TASK GOAL
Take the data from its first line. Print each line exactly until the line containing "filename app/(console)/layout.tsx" has been printed too.

SOURCE DATA
• • •

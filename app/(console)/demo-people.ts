import { demoAccounts } from "@/db/demo/accounts";
import { demoId } from "@/db/demo/demo-id";

/** Ids of the invented people: what is theirs says that it is a demo. */
export const demoPeople: readonly string[] = demoAccounts.map(({ email }) => demoId(email));
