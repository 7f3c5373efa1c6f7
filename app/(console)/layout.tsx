import type { ReactNode } from "react";
import { demoPeople } from "@/app/(console)/demo-people";
import { DemoPeopleProvider } from "@/components/shell/demo-people";
import { SiteFrame } from "@/components/shell/site-frame";
import { getSessionUser } from "@/lib/server/session";

export default async function Layout({ children }: { readonly children: ReactNode }) {
  const user = await getSessionUser();
  return (
    <SiteFrame user={user === null ? null : { id: user.id, name: user.name, role: user.role }} footer={false}>
      <DemoPeopleProvider ids={demoPeople}>{children}</DemoPeopleProvider>
    </SiteFrame>
  );
}
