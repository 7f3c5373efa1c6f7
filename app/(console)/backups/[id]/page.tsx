import type { Metadata } from "next";
import { notFound, redirect } from "next/navigation";
import { BackupDetailView } from "@/components/backups/backup-detail-view";
import { signInPath } from "@/components/shell/navigation";
import { idSchema } from "@/lib/contracts/page";
import { getSessionUser } from "@/lib/server/session";

export const metadata: Metadata = { title: "Backup" };

export default async function BackupPage({ params }: { readonly params: Promise<{ id: string }> }) {
  const { id } = await params;
  if (!idSchema.safeParse(id).success) notFound();
  if ((await getSessionUser()) === null) redirect(signInPath(`/backups/${id}`));
  return <BackupDetailView id={id} />;
}
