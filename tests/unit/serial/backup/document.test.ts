import fc from "fast-check";
import { describe, expect, it } from "vitest";
import { profileDocumentSchema } from "@/lib/profile/document";
import { documentFromNative, nativeFromDocument } from "@/lib/serial/backup/document";
import type { CompiledSetting } from "@/lib/serial/driver/compiled";
import { toNative, toNeutral } from "@/lib/serial/driver/neutral";
import type { NativeValue, NativeValues } from "@/lib/serial/native";
import { lf8 } from "@/tests/unit/serial/simulated-rig";

const factory: NativeValues = Object.fromEntries(lf8.settings.map((setting) => [setting.key, setting.initial]));

function anyValue({ value }: CompiledSetting): fc.Arbitrary<NativeValue> {
  if (value.type === "integer") return fc.integer({ min: 0, max: Math.floor((value.max - value.min) / value.step) }).map((steps) => value.min + steps * value.step);
  if (value.type === "choice") return fc.constantFrom(...value.choices.map((choice) => choice.native));
  return fc.array(fc.constantFrom(...value.characters), { maxLength: value.maxLength }).map((characters) => characters.join(""));
}

const anyDevice = fc.record(Object.fromEntries(lf8.settings.map((setting) => [setting.key, anyValue(setting)])));

describe("the neutral document of a device", () => {
  it("goes back to the device's own values exactly, whatever they are", () => {
    fc.assert(
      fc.property(anyDevice, (values) => {
        const document = documentFromNative(lf8, values);
        expect(nativeFromDocument(lf8, document, values)).toEqual(values);
      }),
      { numRuns: 25 },
    );
  });

  it("is a profile document with the device's numbers as mode keys and nothing native in it", () => {
    const document = documentFromNative(lf8, factory);
    expect(profileDocumentSchema.parse(document)).toEqual(document);
    expect(document.modes?.map((mode) => mode.key)).toEqual(Array.from({ length: 32 }, (_, index) => String(index + 1)));
    expect(document.modes?.every((mode) => mode.timing !== undefined)).toBe(true);
    expect(JSON.stringify(document)).not.toContain("native");
    expect(document.slots?.[0]).toMatchObject({ number: 1, name: "240 lines 60 Hz", mode: "1", syncKind: "composite", placement: { widthPct: 96, heightPct: 96, offsetPx: 0, offsetLines: 0 } });
  });

  it("says that a slot is empty by giving it no mode, and blank names by giving none", () => {
    const [, , , , , sixth] = documentFromNative(lf8, factory).slots ?? [];
    expect(sixth?.number).toBe(6);
    expect(sixth).not.toHaveProperty("mode");
    expect(sixth).not.toHaveProperty("name");
  });

  it("leaves out what was not read, and a timing with a hole as a whole", () => {
    const { "modes[2].timing.horizontal.sync": _sync, "slots[1].syncKind": _kind, ...rest } = factory;
    const document = documentFromNative(lf8, rest);
    expect(document.modes?.[1]).not.toHaveProperty("timing");
    expect(document.modes?.[0]).toHaveProperty("timing");
    expect(document.slots?.[0]).not.toHaveProperty("syncKind");
  });

  it("keeps what a document does not name, or names in a word the device lacks", () => {
    const values = nativeFromDocument(lf8, { format: "backporch-profile", version: 1, slots: [{ number: 2, placement: { heightPct: 97.6 }, input: "antenna" }] }, factory);
    expect(values).toEqual({ ...factory, "slots[2].placement.heightPct": 976 });
  });

  // By hand: 0.4 % steps from 80 %: 95.1 lies between 94.8 and 95.2; 95.0 is a tie and goes up.
  it("goes to the nearest step, ties up", () => {
    const height = lf8.byKey.get("slots[1].placement.heightPct")?.value;
    if (!height) throw new Error("no height");
    expect([95.1, 95, 94.9, 97.6, 80, 120].map((pct) => toNative(height, pct))).toEqual([952, 952, 948, 976, 800, 1200]);
    for (let native = 800; native <= 1200; native += 4) expect(toNative(height, toNeutral(height, native) ?? 0)).toBe(native);
  });
});
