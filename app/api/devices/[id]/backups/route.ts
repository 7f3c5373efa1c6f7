import { etag } from "@/app/api/_http/etag";
import { readsOften, writesOften } from "@/app/api/_http/limits";
import { problem } from "@/app/api/_http/problem";
import { respond } from "@/app/api/_http/respond";
import { withRoute } from "@/app/api/_http/with-route";
import { db } from "@/db/client";
import { createBackup, listBackups } from "@/db/queries/backups";
import { backupDetail, backupPage, newBackup } from "@/lib/contracts/backup";
import { idParams, pageQuery } from "@/lib/contracts/page";
import { contentFromRead, findDriver, hasSlot } from "@/lib/server/drivers";

/** What a backup is called until its owner names it. */
const names = { "by-hand": "Backup", "before-run": "Before a run", "after-run": "After a run" } as const;

export const GET = withRoute(
  {
    role: "owner",
    summary: "A device's backups, latest first.",
    params: idParams,
    query: pageQuery,
    response: backupPage,
    limit: readsOften,
  },
  async ({ user, params, query }) =>
    respond(await listBackups(db, { ownerId: user.id, deviceId: params.id }, query), {
      absent: 404,
      "bad-cursor": 400,
    }),
);

export const POST = withRoute(
  {
    role: "owner",
    summary: "Store a whole read of a device. Its neutral document is made from the values.",
    params: idParams,
    body: newBackup,
    response: backupDetail,
    status: 201,
    limit: { ...writesOften, bodyBytes: 4_000_000 },
  },
  async ({ user, params, body }) => {
    const driver = await findDriver(db, body.content.driver);
    if (!driver.ok) return respond(driver, { "no-driver": 422 });
    const content = contentFromRead(driver.value, { ...body.content, firmware: body.firmware });
    if (!content.ok) return problem(422, { code: "not-this-driver", errors: content.error });
    if (!hasSlot(driver.value, body.activeSlot)) {
      return problem(422, {
        code: "no-slot",
        errors: [{ path: "activeSlot", message: "The device has no such slot." }],
      });
    }
    const stored = await createBackup(db, user.id, {
      ...body,
      deviceId: params.id,
      name: body.name ?? names[body.cause],
      takenAt: new Date(body.takenAt),
      content: content.value,
    });
    return respond(stored, { absent: 404, "other-driver": 422 }, ({ id, version }) => ({
      status: 201,
      headers: { location: `/api/backups/${id}`, etag: etag(version) },
    }));
  },
);
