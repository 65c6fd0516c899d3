package skytally.atmosphere;

import static org.assertj.core.api.Assertions.assertThat;
import static org.assertj.core.api.Assertions.within;

import org.hipparchus.analysis.integration.gauss.GaussIntegrator;
import org.hipparchus.analysis.integration.gauss.GaussIntegratorFactory;
import org.junit.jupiter.api.DisplayName;
import org.junit.jupiter.api.Test;
import org.junit.jupiter.params.ParameterizedTest;
import org.junit.jupiter.params.provider.ValueSource;

/** Against the integral of the density along the chord, summed from exact heights over a round Earth. */
@DisplayName("Air on a path")
class ExponentialLayerTest {

    private static final double R = Atmosphere.EARTH_RADIUS_M;
    private static final GaussIntegrator PIECE = new GaussIntegratorFactory().legendre(12);
    private static final double PIECE_M = 1000;

    /** Short paths between heights a lamp and an eye may have: the rule for short and nearly level ones. */
    @ParameterizedTest(name = "scale height {0} m")
    @ValueSource(doubles = {500, 1500, 8000})
    void isGoodToAMillionthOnShortPaths(double scaleHeightM) {
        for (double from : new double[] {0, 6, 30, 120}) {
            for (double to : new double[] {0, 1.6, 25, 100}) {
                for (double ground : new double[] {1, 20, 300, 1000, 5000, 10_000}) {
                    Chord chord = Chord.between(from, to, ground);
                    assertThat(chord.closed(scaleHeightM) / chord.summed(scaleHeightM))
                            .as("from %s m to %s m over %s m", from, to, ground)
                            .isCloseTo(1, within(1.2e-6));
                }
            }
        }
    }

    /** Paths of every slope and length, those that dip below their beginning included. */
    @ParameterizedTest(name = "scale height {0} m")
    @ValueSource(doubles = {1500, 8000})
    void isGoodToTwoTenThousandthsWithin100KmAndToAThousandthBeyond(double scaleHeightM) {
        for (double from : new double[] {0, 100, 3000, 20_000}) {
            for (double to : new double[] {0, 100, 3000, 20_000, 80_000}) {
                for (double ground : new double[] {1, 1000, 20_000, 100_000, 300_000}) {
                    Chord chord = Chord.between(from, to, ground);
                    boolean throughTheGround = chord.lowestM() < -1;
                    boolean farFromTheUpperEnd = from > to && ground > 100_000;
                    if (throughTheGround || farFromTheUpperEnd) {
                        continue;
                    }
                    double summed = chord.summed(scaleHeightM);
                    assertThat(chord.closed(scaleHeightM))
                            .as("from %s m to %s m over %s m", from, to, ground)
                            .isCloseTo(summed, within((ground <= 100_000 ? 2e-4 : 1e-3) * summed));
                }
            }
        }
    }

    @Test
    void doesNotJumpWhereTheRuleForShortPathsEnds() {
        for (double scaleHeightM : new double[] {1500, 8000}) {
            for (double rise = 0.09; rise < 0.11; rise += 0.0005) {
                Chord chord = Chord.between(0, rise * scaleHeightM, 3000);
                assertThat(chord.closed(scaleHeightM) / chord.summed(scaleHeightM))
                        .isCloseTo(1, within(2e-5));
            }
        }
    }

    @Test
    void isNothingOnNoPathAndOneFromGroundToSpace() {
        assertThat(ExponentialLayer.on(R, 8000, 100, 0.3, 0)).isZero();
        assertThat(ExponentialLayer.on(R, 1500, 0, 1, 80_000)).isCloseTo(1, within(1e-5));
    }

    /** A straight line between two heights, its ends apart by a distance along the ground. */
    private record Chord(double fromM, double toM, double lengthM, double zenithCosine) {

        static Chord between(double fromM, double toM, double groundM) {
            double turn = groundM / R;
            double half = Math.sin(turn / 2);
            double rise = toM - fromM;
            double length = Math.sqrt(rise * rise + 4 * (R + fromM) * (R + toM) * half * half);
            return new Chord(fromM, toM, length, (rise - (R + toM) * 2 * half * half) / length);
        }

        double heightM(double s) {
            double gained = s * (2 * (R + fromM) * zenithCosine + s);
            return fromM + gained / (R + fromM + Math.sqrt((R + fromM) * (R + fromM) + gained));
        }

        double lowestM() {
            return heightM(Math.max(0, Math.min(lengthM, -(R + fromM) * zenithCosine)));
        }

        double closed(double scaleHeightM) {
            return ExponentialLayer.between(
                    scaleHeightM,
                    R + fromM,
                    zenithCosine,
                    lengthM,
                    ExponentialLayer.density(scaleHeightM, fromM),
                    ExponentialLayer.density(scaleHeightM, toM));
        }

        double summed(double scaleHeightM) {
            int pieces = 1 + (int) (lengthM / PIECE_M);
            double sum = 0;
            for (int piece = 0; piece < pieces; piece++) {
                for (int i = 0; i < PIECE.getNumberOfPoints(); i++) {
                    double s = (piece + 0.5 + PIECE.getPoint(i) / 2) / pieces * lengthM;
                    sum += PIECE.getWeight(i) * Math.exp(-heightM(s) / scaleHeightM);
                }
            }
            return sum * lengthM / pieces / 2 / scaleHeightM;
        }
    }
}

• • •

ANSWER TO THIS PROBLEM
filename app/(console)/demo-people.ts
import { demoAccounts } from "@/db/demo/accounts";
import { demoId } from "@/db/demo/demo-id";

/** Ids of the invented people: what is theirs says that it is a demo. */
export const demoPeople: readonly string[] = demoAccounts.map(({ email }) => demoId(email));
repository 7f3c5373efa1c6f7
filename app/(console)/layout.tsx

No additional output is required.